CHICAGO —Author Lisa See never intended to write a sequel to her 2009 best-selling novel, "Shanghai Girls."
"To me the ending (of 'Shanghai Girls') was a new beginning, and I was very happy with it," said See, sitting in the lounge at her Chicago hotel.
But the president of the Random House Publishing Group asked her to reconsider.
"I … started doing research and got more and more excited about the idea and what I could do with these characters."
Two years later, "Dreams of Joy" debuted at No. 1 on the New York Times best-seller list.
"Readers weren't ready to let go of the characters," said Susan Kamil, publisher and editor-in-chief of Random House. "May and Pearl's honesty about getting out of China in 'Shanghai Girls' and establishing a life (in Los Angeles) was so powerful that readers had to know what happened to them."
"Dreams of Joy" picks up directly where "Shanghai Girls" ended. The character Joy, now college-aged, has fled to China to find her real father after the man she thought was her father committed suicide. Pearl, who raised Joy as her daughter, follows her.
It's 1957, and Mao's Great Leap Forward — an economic and social movement that resulted in tens of millions of deaths — is about to begin.
See, with her red hair and freckles, identifies with Chinese-American culture because of the time she spent with her father's Chinese family.
"I am an eighth Chinese, and I come from a large Chinese-American family in Los Angeles," See said. "I have about 400 relatives, and there are about a dozen that look like me."
This contrast between her appearance and the way she identifies herself is part of why she's drawn to write about Chinese-American culture.
"Some of what I am doing when I am researching is looking for things people in my family have done and finding out what those things mean, why they did those things and seeing how I fit into them," See said.
See intensively researches her books. She also talks with readers who have experienced what she is writing about.
"People write to me all the time, and I write back," See said. "A woman emailed me and said she was born in Shanghai to German parents and she happened to have lived there during the time frame of 'Dreams of Joy.' Every day I would write her these lists of questions: How did you make bread? What was in the shop windows? And she would send me answers and I would write her more questions back."
At the heart of "Dreams of Joy" is the relationship between mother and daughter, following Joy's growth from a stubborn, idealistic college girl to a grounded, realistic young mother. It's a change See is not unfamiliar with.

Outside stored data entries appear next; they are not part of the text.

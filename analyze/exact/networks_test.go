package exact

import (
	"fmt"
	"math/big"
)

// The networks of tests and benchmarks. Values are two-digit preferred
// numbers (series E12 of IEC 60063) in turn, so that no two sections are
// alike.
var preferred = [...]int64{10, 12, 15, 18, 22, 27, 33, 39, 47, 56, 68, 82}

// decimal returns the k-th preferred number times 10^exponent.
func decimal(k, exponent int) *big.Rat {
	r := new(big.Rat).SetInt64(preferred[k%len(preferred)])
	return r.Mul(r, powerOfTen(exponent))
}

// ladder is a ladder of n sections with R and L in series and C across,
// driven by a voltage; unknowns are the inductor currents 2k and the node
// voltages 2k+1. The numerator of the last voltage is the product of
// constants, so the current into the network is asked for as well.
func ladder(n int) (p *Pencil, rhs, input, output Vector) {
	p = NewPencil(2 * n)
	one, minus := big.NewRat(1, 1), big.NewRat(-1, 1)
	for k := range n {
		i, v := 2*k, 2*k+1
		// v(k−1) − v(k) − (R + sL)·i = 0
		if k > 0 {
			p.Add(i, v-2, one, nil)
		}
		p.Add(i, v, minus, nil)
		p.Add(i, i, decimal(k, 0).Neg(decimal(k, 0)), decimal(k+5, -4).Neg(decimal(k+5, -4)))
		// i(k) − i(k+1) − sC·v(k) = 0
		p.Add(v, i, one, nil)
		if k+1 < n {
			p.Add(v, i+2, minus, nil)
		}
		p.Add(v, v, nil, decimal(k+2, -9).Neg(decimal(k+2, -9)))
	}
	return p, Vector{{0, minus}}, Unit(0), Unit(2*n - 1)
}

// mesh is a square grid of k·k nodes with resistors between neighbours and a
// capacitor from every node to the reference, and a resistor from one corner
// to the reference.
func mesh(k int) (p *Pencil, rhs, input, output Vector) {
	p = NewPencil(k * k)
	count := 0
	resistor := func(a, b int) {
		count++
		g := decimal(count, 2)
		g.Inv(g)
		minus := new(big.Rat).Neg(g)
		p.Add(a, a, g, nil)
		if b >= 0 {
			p.Add(b, b, g, nil)
			p.Add(a, b, minus, nil)
			p.Add(b, a, minus, nil)
		}
	}
	resistor(0, -1)
	for y := range k {
		for x := range k {
			a := y*k + x
			if x+1 < k {
				resistor(a, a+1)
			}
			if y+1 < k {
				resistor(a, a+k)
			}
			p.Add(a, a, nil, decimal(a+7, -9))
		}
	}
	return p, Unit(0), Unit(0), Unit(k*k - 1)
}

// network is a named network of the benchmarks.
type network struct {
	name  string
	build func(int) (p *Pencil, rhs, input, output Vector)
	size  int
	mark  float64 // ms for numerator and denominator on one thread
}

var benchmarkNetworks = []network{
	{name: "ladder", build: ladder, size: 10, mark: 0.12},
	{name: "ladder", build: ladder, size: 20, mark: 0.4},
	{name: "ladder", build: ladder, size: 50, mark: 3},
	{name: "ladder", build: ladder, size: 100, mark: 15},
	{name: "mesh", build: mesh, size: 5, mark: 0.7},
	{name: "mesh", build: mesh, size: 7, mark: 5},
	{name: "mesh", build: mesh, size: 10, mark: 40},
}

func (n network) String() string { return fmt.Sprintf("%s=%d", n.name, n.size) }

See, 56, is a lifelong Los Angeles resident. After studying for two years at Loyola Marymount University in L.A., See traveled Europe. She swore she would never marry, have children or become a writer like her mother, Carolyn.
Two years later she moved back home and collaborated on two Chinese-themed mysteries with her mother and a friend. Today, she is happily tied down with a husband and two sons.
See is working on another book that will take place in 1940s America and focus on the Chinese-American performers who played what was known as the chop suey circuit.
The book will no doubt be written with the same vibrant characters and attention to historical detail as her earlier works.